What this task involves
From the records below, pull each line that has "const".

Recorded information

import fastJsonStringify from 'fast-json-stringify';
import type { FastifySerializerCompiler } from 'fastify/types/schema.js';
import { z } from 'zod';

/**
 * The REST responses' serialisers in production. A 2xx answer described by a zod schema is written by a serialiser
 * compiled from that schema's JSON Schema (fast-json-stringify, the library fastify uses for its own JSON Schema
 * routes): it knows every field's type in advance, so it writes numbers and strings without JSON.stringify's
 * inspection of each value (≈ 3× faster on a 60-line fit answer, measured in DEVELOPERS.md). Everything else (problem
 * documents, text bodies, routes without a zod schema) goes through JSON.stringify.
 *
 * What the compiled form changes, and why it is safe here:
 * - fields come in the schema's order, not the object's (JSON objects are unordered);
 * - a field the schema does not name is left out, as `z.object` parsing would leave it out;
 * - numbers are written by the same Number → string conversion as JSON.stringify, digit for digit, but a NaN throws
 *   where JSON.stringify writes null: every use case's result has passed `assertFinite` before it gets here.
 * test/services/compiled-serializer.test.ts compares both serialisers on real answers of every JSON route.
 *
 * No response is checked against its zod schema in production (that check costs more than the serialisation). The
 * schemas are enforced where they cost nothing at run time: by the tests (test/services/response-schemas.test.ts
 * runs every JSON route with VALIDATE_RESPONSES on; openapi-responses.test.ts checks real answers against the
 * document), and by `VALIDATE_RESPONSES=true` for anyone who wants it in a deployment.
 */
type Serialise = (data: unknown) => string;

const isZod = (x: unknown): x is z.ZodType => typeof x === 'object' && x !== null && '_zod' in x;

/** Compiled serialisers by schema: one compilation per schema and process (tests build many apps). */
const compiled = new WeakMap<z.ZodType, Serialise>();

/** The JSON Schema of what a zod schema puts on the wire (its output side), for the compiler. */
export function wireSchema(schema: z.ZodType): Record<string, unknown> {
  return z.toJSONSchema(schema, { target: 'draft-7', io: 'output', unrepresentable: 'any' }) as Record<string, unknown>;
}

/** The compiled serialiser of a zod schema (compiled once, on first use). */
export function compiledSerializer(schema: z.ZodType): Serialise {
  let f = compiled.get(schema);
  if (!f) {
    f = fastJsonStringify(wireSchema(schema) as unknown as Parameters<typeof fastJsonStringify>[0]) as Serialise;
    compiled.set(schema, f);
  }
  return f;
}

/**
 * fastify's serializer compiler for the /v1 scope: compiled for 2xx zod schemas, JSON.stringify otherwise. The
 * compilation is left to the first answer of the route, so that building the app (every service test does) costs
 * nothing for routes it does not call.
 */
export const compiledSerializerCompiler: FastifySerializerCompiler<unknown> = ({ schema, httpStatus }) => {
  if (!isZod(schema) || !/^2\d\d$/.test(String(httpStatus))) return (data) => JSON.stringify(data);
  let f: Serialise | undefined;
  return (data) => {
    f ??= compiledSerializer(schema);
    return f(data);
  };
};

==

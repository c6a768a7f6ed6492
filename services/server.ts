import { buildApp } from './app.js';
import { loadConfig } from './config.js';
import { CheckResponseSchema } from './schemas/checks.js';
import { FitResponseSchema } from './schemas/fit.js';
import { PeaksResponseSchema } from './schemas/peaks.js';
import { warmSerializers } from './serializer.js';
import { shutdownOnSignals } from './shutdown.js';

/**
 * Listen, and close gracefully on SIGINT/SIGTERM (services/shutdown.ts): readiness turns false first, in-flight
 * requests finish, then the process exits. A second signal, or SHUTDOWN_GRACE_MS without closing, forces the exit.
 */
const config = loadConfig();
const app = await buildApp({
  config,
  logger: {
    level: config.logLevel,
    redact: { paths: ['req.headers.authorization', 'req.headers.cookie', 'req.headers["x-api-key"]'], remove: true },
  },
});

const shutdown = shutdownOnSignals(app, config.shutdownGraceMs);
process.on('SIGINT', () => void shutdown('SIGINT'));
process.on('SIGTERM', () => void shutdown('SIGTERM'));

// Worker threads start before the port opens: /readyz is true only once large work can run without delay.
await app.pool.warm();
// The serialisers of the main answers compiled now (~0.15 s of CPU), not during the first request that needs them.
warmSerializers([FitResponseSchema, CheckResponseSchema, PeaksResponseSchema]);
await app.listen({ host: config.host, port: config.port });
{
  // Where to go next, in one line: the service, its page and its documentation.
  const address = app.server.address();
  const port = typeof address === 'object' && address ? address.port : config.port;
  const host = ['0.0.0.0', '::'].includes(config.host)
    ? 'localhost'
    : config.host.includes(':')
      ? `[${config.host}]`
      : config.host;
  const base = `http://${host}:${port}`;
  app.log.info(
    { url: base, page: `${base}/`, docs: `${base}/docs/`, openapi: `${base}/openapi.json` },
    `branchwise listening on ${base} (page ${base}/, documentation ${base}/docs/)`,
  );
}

Answer box
const isZod = (x: unknown): x is z.ZodType => typeof x === 'object' && x !== null && '_zod' in x;
const compiled = new WeakMap<z.ZodType, Serialise>();
export const compiledSerializerCompiler: FastifySerializerCompiler<unknown> = ({ schema, httpStatus }) => {
const config = loadConfig();
const app = await buildApp({
const shutdown = shutdownOnSignals(app, config.shutdownGraceMs);
  const address = app.server.address();
  const port = typeof address === 'object' && address ? address.port : config.port;
  const host = ['0.0.0.0', '::'].includes(config.host)
  const base = `http://${host}:${port}`;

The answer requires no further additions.